The key difference here is that the anotherTeacher identifier, the one right here on line three, that identifier is going to end up as a marble at compile time but it's gonna be a different colored marble than you expect. It's not a red marble, it's a blue marble. So there is a key difference here.

This is called a function expression as opposed to what line one is, is called a function declaration. And one of the key differences, and we'll see more throughout the course but one of the key differences between function declarations and function expressions, is that function declarations and their name, they attach their marble to the enclosing scope, so we make a red marble on line one whereas function expressions will add their marble to their own scope.

>> Speaker 1: So the blue scope is where the blue marble anotherTeacher ends up.
>> Speaker 1: That's why on line four, we can reference in anotherTeacher because there is in fact a blue marble called anotherTeacher. But down on line nine, there is no anotherTeacher, is there? When we're out in the global scope and we asked global scope you ever heard of this red marble, it's gonna say nope, never heard of that red marble and what we're gonna get there, reference error.

So key difference, function expressions, put there identify your into their own scope. There's a little nuance. Let me get to that question in a moment. There's a little, also, additional nuance which is not only does that blue marble show up in the blue scope but it's also read only.

You cannot reassign anotherTeacher on line four. You could not reassign it to some other value. You have a question, yes?
>> Speaker 2: Why would you do this? Why would you actually have the named function on the right side of that expression?
>> Speaker 1: You've probably more often seen it as an anonymous function there, and we're about to discuss the difference between what are so-called named function expressions, and the more common anonymous function expression.

Okay, so we'll get into that in just a moment. So great segue, let's talk about named function expressions. What is a named function expression? We're super creative, that means a function expression that's been given a name, okay? So let's look at these two. Line one, I'm declaring a function expression.

Why is it a function expression?
>> Speaker 2: It's assigned to a variable?
>> Speaker 1: Because it's not a function declaration, how do we know if something's a function declaration if the word function is literally the first thing in the statement? So if it's not the first thing in the statement, if there's a variable or an operator or parentheses or anything, then it's not a declaration, it is?

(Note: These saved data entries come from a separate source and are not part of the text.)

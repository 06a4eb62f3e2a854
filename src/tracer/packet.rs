//! The surface tracer with [`LANES`] rays in flight at once, for the textures that implement
//! [`LaneTexture`]: upright regular pyramids (lane-wise queries) and random pyramids (the
//! texture's one-ray query lane by lane).
//!
//! Same physics and bookkeeping as [`Surface::trace_chunk`] one ray at a time; only the order
//! of work differs. Every round asks the texture for the next crossing of all lanes together
//! ([`LaneTexture::cross_lanes`]; for regular pyramids [`RegularPyramids::cross_packet`],
//! laid out for SIMD, with the lanes it cannot decide handed to the robust one-ray walk),
//! applies the facet event of every lane that crossed (the
//! formulas of [`Surface::facet_event`] over the lanes: entirely for bare facets with
//! unpolarised light, [`bare_events`]; with the response's sample taken lane by lane
//! otherwise, [`sampled_events`]), asks at once which rays are certain to leave at their
//! next query ([`LaneTexture::leaves_lanes`]: a ray refracted into the wafer ends in
//! the round of its last event, not one round later), and refills the lane of a finished
//! ray with the next ray of the chunk — for rays of a fixed direction without a branch per
//! lane ([`Ends`], [`Refill`], [`LaneSums`]). Where a round of launches alone is much
//! cheaper than others ([`LaneTexture::cheap_launches`]: vertical launches onto touching
//! pyramids skip the cone), rays are sorted into rounds of launches and rounds of rays in
//! flight: after a round of launches the rays still in flight are parked ([`Parked`]) and
//! come back, four at a time, in rounds of their own. Lanes keep their rays in the
//! texture's lattice frame (directions, Stokes reference axes); rays are rotated into it at
//! launch and back when they leave.
//!
//! Invariant: the chunk's random streams are drawn in a fixed order (rounds, then lanes), so
//! a chunk's result depends only on its seed, never on the thread count or the instruction
//! set. The random numbers differ from the one-ray tracer's, so results agree with it
//! statistically, not bit for bit (tested).

use super::polarisation::{self, Polarised};
use super::response::{BareInterface, FacetResponse, FacetSample, MAX_FILM_LAYERS, Side};
use super::surface::{
    ExitObserver, Incidence, MAX_EVENTS, Outcome, PolarisationMode, Surface, book,
};
use super::tally::{HIT_BINS, Moments, Tally, polar_bin};
use crate::geometry::lanes::{F, LANES, M, and, and_not, any, every, lanes, mask, on, or, pick};
use crate::geometry::robust::offset_origin_lanes;
use crate::geometry::{FacetId, Hit, Vec3, greater, lesser};
use crate::sampling::{LaneStreams, Stream};
use crate::texture::pyramids::{Crossings, NO_FACET, Packet};
use crate::texture::{RandomPyramids, RegularPyramids, Texture};
use std::any::Any;

/// The rays in flight, lane by lane: geometry for the texture, Stokes vectors (S₀ is the
/// weight) with their reference axes (lattice frame; with the unpolarised switch only S₀ is
/// kept, nothing reads the rest), the medium, the event count (as f64,
/// exact), film absorption per layer, whether the lane holds a ray, and the incident
/// direction (lab frame, for the exit observer).
struct Flight {
    packet: Packet,
    stokes: [F; 4],
    e1: [F; 3],
    below: M,
    events: F,
    film: [F; MAX_FILM_LAYERS],
    active: M,
    start: [Vec3; LANES],
}

impl Flight {
    /// No rays in flight.
    fn empty() -> Flight {
        Flight {
            packet: Packet::default(),
            stokes: [[0.0; LANES]; 4],
            e1: [[0.0; LANES]; 3],
            below: [0; LANES],
            events: [0.0; LANES],
            film: [[0.0; LANES]; MAX_FILM_LAYERS],
            active: [0; LANES],
            start: [Vec3::Z; LANES],
        }
    }

    /// Unpolarised light after an event of the `go` lanes: weight × (R + T) = `total`.
    #[inline(always)]
    fn renormalise_unpolarised(&mut self, go: M, total: &F) {
        let w = self.stokes[0];
        self.stokes[0] = pick(go, lanes(|l| w[l] * total[l]), w);
    }
}

/// A texture the packet tracer serves: its queries over the lanes, and its lattice frame.
pub(super) trait LaneTexture: Texture {
    /// What the texture keeps per lane from one round to the next.
    type Memo: Default;
    /// Whether this texture (with its present parameters) has a lane path.
    fn has_lane_path(&self) -> bool;
    /// The next crossing of each `active` lane of `p`, or that it leaves the slab; every
    /// active lane is decided (crosses or leaves).
    fn cross_lanes(&self, p: &Packet, active: M, memo: &mut Self::Memo) -> Crossings;
    /// Which of the `moved` lanes (just sent on from their facet events, rays in the lanes'
    /// state after the event) leave the slab without meeting the surface again (or are
    /// certain to); other lanes may come out either way.
    fn leaves_lanes(&self, p: &Packet, moved: M, memo: &mut Self::Memo) -> M;
    /// Every ray of the chunk starts along `start`'s direction (lattice frame) from its
    /// height, or not (`None`); called once, before the first query.
    fn launches(&self, _memo: &mut Self::Memo, _start: Option<(Vec3, f64)>) {}
    /// Whether a round whose lanes all hold rays just launched costs much less than others
    /// (then the loop sorts rays into rounds of launches and rounds of rays in flight).
    fn cheap_launches(&self, _memo: &Self::Memo) -> bool {
        false
    }
    /// Up normals (lattice frame) of the facets `found` crossed.
    fn normal_lanes(&self, found: &Crossings, memo: &Self::Memo) -> [F; 3];
    /// Lab-frame vector → lattice frame.
    fn to_lattice(&self, v: Vec3) -> Vec3;
    /// Lattice-frame vector → lab frame.
    fn lattice_to_lab(&self, v: Vec3) -> Vec3;
    /// A lab-frame point of the unit cell in lattice coordinates, inside [0, p)².
    fn home(&self, lab: Vec3) -> Vec3;
    /// The last coordinate below the period (the far edge of the unit cell), µm.
    fn period_below(&self) -> f64;
}

/// Regular pyramids keep whether the chunk's rays start straight down from above the slab
/// onto touching pyramids: a packet of rays all just launched is then answered by
/// [`RegularPyramids::vertical_packet`].
impl LaneTexture for RegularPyramids {
    type Memo = VerticalStarts;

    fn has_lane_path(&self) -> bool {
        self.has_packet_path()
    }

    /// [`RegularPyramids::cross_packet`], with the lanes it cannot decide handed to the
    /// robust one-ray walk.
    #[inline(always)]
    fn cross_lanes(&self, p: &Packet, active: M, memo: &mut VerticalStarts) -> Crossings {
        let fresh = mask(|l| p.skip[l] == f64::from(NO_FACET));
        let mut found = if memo.0 && every(&fresh) {
            debug_assert!(self.all_vertical(p));
            self.vertical_packet(p)
        } else {
            self.cross_packet(p)
        };
        let undecided = and_not(and_not(active, found.crosses), found.leaves);
        if any(&undecided) {
            for l in 0..LANES {
                if on(&undecided, l) {
                    robust_crossing(self, p, l, &mut found);
                }
            }
        }
        found
    }

    /// [`RegularPyramids::leaves_packet`].
    #[inline(always)]
    fn leaves_lanes(&self, p: &Packet, _: M, _: &mut VerticalStarts) -> M {
        self.leaves_packet(p)
    }

    fn launches(&self, memo: &mut VerticalStarts, start: Option<(Vec3, f64)>) {
        memo.0 = start.is_some_and(|(d, z)| self.vertical_start(d, z));
    }

    fn cheap_launches(&self, memo: &VerticalStarts) -> bool {
        memo.0
    }

    #[inline(always)]
    fn normal_lanes(&self, found: &Crossings, _: &VerticalStarts) -> [F; 3] {
        self.lattice_normal_lanes(&found.face)
    }

    // (The inherent methods of the same names.)
    #[inline(always)]
    fn to_lattice(&self, v: Vec3) -> Vec3 {
        RegularPyramids::to_lattice(self, v)
    }

    #[inline(always)]
    fn lattice_to_lab(&self, v: Vec3) -> Vec3 {
        RegularPyramids::lattice_to_lab(self, v)
    }

    #[inline(always)]
    fn home(&self, lab: Vec3) -> Vec3 {
        RegularPyramids::home(self, lab)
    }

    #[inline(always)]
    fn period_below(&self) -> f64 {
        RegularPyramids::period_below(self)
    }
}

/// Whether every ray of the chunk starts straight down from above the slab onto touching
/// upright pyramids ([`RegularPyramids::vertical_start`]).
#[derive(Default)]
pub(super) struct VerticalStarts(bool);

/// Random pyramids in lanes: each lane's query is the texture's own one-ray query
/// ([`Texture::intersect`] for a ray entering the slab, [`Texture::intersect_after`] off
/// the facet of its last event, asked in [`LaneTexture::leaves_lanes`] right after the event
/// and kept for the next round); the facet events, booking and refills go over the lanes.
/// The tile is not rotated: the lattice frame is the lab frame.
impl LaneTexture for RandomPyramids {
    type Memo = HitMemo;

    fn has_lane_path(&self) -> bool {
        true
    }

    #[inline(always)]
    fn cross_lanes(&self, p: &Packet, active: M, memo: &mut HitMemo) -> Crossings {
        let fresh = and(active, mask(|l| p.skip[l] == f64::from(NO_FACET)));
        for l in 0..LANES {
            if on(&fresh, l) {
                let o = Vec3::new(p.ox[l], p.oy[l], p.oz[l]);
                self.prefetch_launch(o, Vec3::new(p.dx[l], p.dy[l], p.dz[l]));
            }
        }
        let mut leaves = [0; LANES];
        for (l, left) in leaves.iter_mut().enumerate() {
            if on(&fresh, l) {
                let o = Vec3::new(p.ox[l], p.oy[l], p.oz[l]);
                match self.intersect_entering(o, Vec3::new(p.dx[l], p.dy[l], p.dz[l])) {
                    Some(hit) => memo.hit[l] = hit,
                    None => *left = u64::MAX,
                }
            }
            // (other active lanes cross where `leaves_lanes` found after their last event)
        }
        let h = &memo.hit;
        Crossings {
            crosses: and_not(active, leaves),
            leaves,
            face: lanes(|l| f64::from(h[l].facet.0)),
            x: lanes(|l| h[l].point.x),
            y: lanes(|l| h[l].point.y),
            z: lanes(|l| h[l].point.z),
        }
    }

    /// The next crossing of each `moved` lane, kept in `memo` for the next round.
    #[inline(always)]
    fn leaves_lanes(&self, p: &Packet, moved: M, memo: &mut HitMemo) -> M {
        // The start points of `intersect_after`, over the lanes.
        let h = &memo.hit;
        let (mut point, mut err, mut normal) =
            ([[0.0; LANES]; 3], [[0.0; LANES]; 3], [[0.0; LANES]; 3]);
        for (l, h) in h.iter().enumerate() {
            for c in 0..3 {
                (point[c][l], err[c][l], normal[c][l]) = (h.point[c], h.p_err[c], h.normal[c]);
            }
        }
        let o = offset_origin_lanes(&point, &err, &normal, &[p.dx, p.dy, p.dz]);
        let mut leaves = [0; LANES];
        for (l, left) in leaves.iter_mut().enumerate() {
            if on(&moved, l) {
                let d = Vec3::new(p.dx[l], p.dy[l], p.dz[l]);
                let origin = Vec3::new(o[0][l], o[1][l], o[2][l]);
                match self.intersect_off(origin, d, memo.hit[l].facet) {
                    Some(hit) => memo.hit[l] = hit,
                    None => *left = u64::MAX,
                }
            }
        }
        leaves
    }

    #[inline(always)]
    fn normal_lanes(&self, _: &Crossings, memo: &HitMemo) -> [F; 3] {
        let h = &memo.hit;
        [
            lanes(|l| h[l].normal.x),
            lanes(|l| h[l].normal.y),
            lanes(|l| h[l].normal.z),
        ]
    }

    #[inline(always)]
    fn to_lattice(&self, v: Vec3) -> Vec3 {
        v
    }

    #[inline(always)]
    fn lattice_to_lab(&self, v: Vec3) -> Vec3 {
        v
    }

    #[inline(always)]
    fn home(&self, lab: Vec3) -> Vec3 {
        lab
    }

    #[inline(always)]
    fn period_below(&self) -> f64 {
        self.tile_below_um()
    }
}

>> Speaker 2: An expression.
>> Speaker 1: An expression, so on line one, we see a function expression, but we see no name. So that's called a anonymous function expression, whereas the one on line five is a named function expression. So setting aside the difference between function expressions and declarations for a moment.

Here, I just wanna focus our attention to the difference between anonymous function expressions and named function expressions. And what I'm gonna claim is that even though anonymous function expressions are vastly more common, vastly more popular In fact, most of you have maybe never even seen a named function expression.

And that's how uncommon and unpopular it is. I'm going to make the claim that you should always, 100%, zero exception. I don't make very many statements that are that absolute, 100%, zero exceptions, you should prefer the named function expression, over the anonymous function expression.